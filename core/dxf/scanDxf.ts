// One pass over an ASCII DXF's group code / value pairs that records where Furrow may splice:
// section and table ends, existing layer and linetype names, the model-space block record, the
// $HANDSEED value and the largest handle in use. Works on a byte string (one char per byte) so
// that everything outside the insertion points is written back byte for byte.

import { parseHandle } from './dxfFormat';

export interface Span { start: number; end: number }

export interface DxfScan {
  eol: string;
  acadver: string;
  /** $DWGCODEPAGE, e.g. 'ANSI_1252' ('' when absent). */
  codepage: string;
  insUnits: number | null;
  handling: number | null;
  /** Value span of $HANDSEED's group 5, when present. */
  handseed: Span | null;
  handseedValue: bigint | null;
  /** Largest handle defined outside the header (groups 5 and 105); -1 when none. */
  maxHandle: bigint;
  entitiesHaveHandles: boolean;
  /** Offset of the `0` line that starts ENDSEC, per section name. */
  sectionEnd: Map<string, number>;
  /** Offset of the `0` line that starts each section. */
  sectionStart: Map<string, number>;
  /** Offset of the `0` line of ENDTAB, per table name (upper case). */
  tableEnd: Map<string, number>;
  /** Handle of each TABLE head, per table name (upper case). */
  tableHandle: Map<string, string>;
  layerNames: string[];
  ltypeNames: string[];
  modelSpaceRecord: string | null;
}

export interface DxfScanError { kind: 'binary' | 'structure'; message: string }

/** Bytes → string with one char per byte (lossless for any input). */
export function bytesToByteString(bytes: Uint8Array): string {
  let s = '';
  for (let i = 0; i < bytes.length; i += 0x8000) s += String.fromCharCode(...bytes.subarray(i, i + 0x8000));
  return s;
}

/** The inverse of bytesToByteString (chars must be < 256). */
export function byteStringToBytes(s: string): Uint8Array {
  const out = new Uint8Array(s.length);
  for (let i = 0; i < s.length; i++) out[i] = s.charCodeAt(i) & 0xff;
  return out;
}

export function scanDxf(text: string): { ok: true; value: DxfScan } | { ok: false; error: DxfScanError } {
  if (text.startsWith('AutoCAD Binary DXF')) return { ok: false, error: { kind: 'binary', message: 'the drawing is a binary DXF; save it as ASCII DXF to merge into it' } };
  const eol = /\r\n/.test(text.slice(0, 4096)) ? '\r\n' : '\n';
  const s: DxfScan = {
    eol, acadver: '', codepage: '', insUnits: null, handling: null, handseed: null, handseedValue: null, maxHandle: -1n,
    entitiesHaveHandles: false, sectionEnd: new Map(), sectionStart: new Map(), tableEnd: new Map(), tableHandle: new Map(),
    layerNames: [], ltypeNames: [], modelSpaceRecord: null,
  };
  let pos = 0;
  let line = 0;
  let section: string | null = null;
  let expectSectionName = false;
  let sectionStartOffset = 0;
  let table: string | null = null;
  let expectTableName = false;
  let tableHeadOpen = false;
  let record: string | null = null; // current table record or entity type
  let recordName: string | null = null;
  let recordHandle: string | null = null;
  let headerVar: string | null = null;
  const closeRecord = (): void => {
    if (section === 'TABLES' && table && record) {
      if (record === 'LAYER' && recordName !== null) s.layerNames.push(recordName);
      if (record === 'LTYPE' && recordName !== null) s.ltypeNames.push(recordName);
      if (record === 'BLOCK_RECORD' && recordName !== null && recordName.toUpperCase() === '*MODEL_SPACE' && recordHandle) s.modelSpaceRecord = recordHandle;
    }
    record = null; recordName = null; recordHandle = null;
  };
  const n = text.length;
  while (pos < n) {
    const codeStart = pos;
    let nl = text.indexOf('\n', pos);
    if (nl < 0) nl = n;
    const codeText = text.slice(pos, nl).trim();
    pos = nl + 1;
    line++;
    if (codeText === '' && pos >= n) break;
    const code = Number(codeText);
    if (!/^-?\d+$/.test(codeText)) return { ok: false, error: { kind: 'structure', message: `line ${line}: expected a group code, found '${codeText.slice(0, 40)}'` } };
    if (pos > n) return { ok: false, error: { kind: 'structure', message: `line ${line}: group code ${code} has no value (file cut short?)` } };
    const valueStart = pos;
    nl = text.indexOf('\n', pos);
    if (nl < 0) nl = n;
    let valueEnd = nl;
    if (valueEnd > valueStart && text.charCodeAt(valueEnd - 1) === 13) valueEnd--;
    const raw = text.slice(valueStart, valueEnd);
    const value = raw.trim();
    pos = nl + 1;
    line++;

    if (code === 0) {
      closeRecord();
      headerVar = null;
      if (value === 'SECTION') { expectSectionName = true; sectionStartOffset = codeStart; continue; }
      if (value === 'ENDSEC') { if (section) s.sectionEnd.set(section, codeStart); section = null; table = null; continue; }
      if (value === 'EOF') break;
      if (section === 'TABLES') {
        if (value === 'TABLE') { expectTableName = true; tableHeadOpen = true; continue; }
        if (value === 'ENDTAB') { if (table) s.tableEnd.set(table, codeStart); table = null; continue; }
        tableHeadOpen = false;
      }
      record = value;
      continue;
    }
    if (expectSectionName && code === 2) { section = value.toUpperCase(); s.sectionStart.set(section, sectionStartOffset); expectSectionName = false; continue; }
    if (expectTableName && code === 2) { table = value.toUpperCase(); expectTableName = false; continue; }
    if (section === 'HEADER') {
      if (code === 9) { headerVar = value.toUpperCase(); continue; }
      if (headerVar === '$ACADVER' && code === 1) s.acadver = value;
      else if (headerVar === '$DWGCODEPAGE' && code === 3) s.codepage = value;
      else if (headerVar === '$INSUNITS' && code === 70) s.insUnits = Number(value);
      else if (headerVar === '$HANDLING' && code === 70) s.handling = Number(value);
      else if (headerVar === '$HANDSEED' && code === 5) { s.handseed = { start: valueStart, end: valueEnd }; s.handseedValue = parseHandle(value); }
      continue;
    }
    if (code === 5 || code === 105) {
      const h = parseHandle(value);
      if (h !== null && h > s.maxHandle) s.maxHandle = h;
      if (section === 'ENTITIES') s.entitiesHaveHandles = true;
      if (section === 'TABLES' && tableHeadOpen && table && !s.tableHandle.has(table)) s.tableHandle.set(table, value);
      else if (record) recordHandle = value;
      continue;
    }
    if (code === 2 && record && recordName === null) recordName = value;
  }
  closeRecord();
  return { ok: true, value: s };
}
----------------
▸ Problem
Copy each line containing the word "handling" from the data.

▸ Exercise result
  handling: number | null;
    eol, acadver: '', codepage: '', insUnits: null, handling: null, handseed: null, handseedValue: null, maxHandle: -1n,
      else if (headerVar === '$HANDLING' && code === 70) s.handling = Number(value);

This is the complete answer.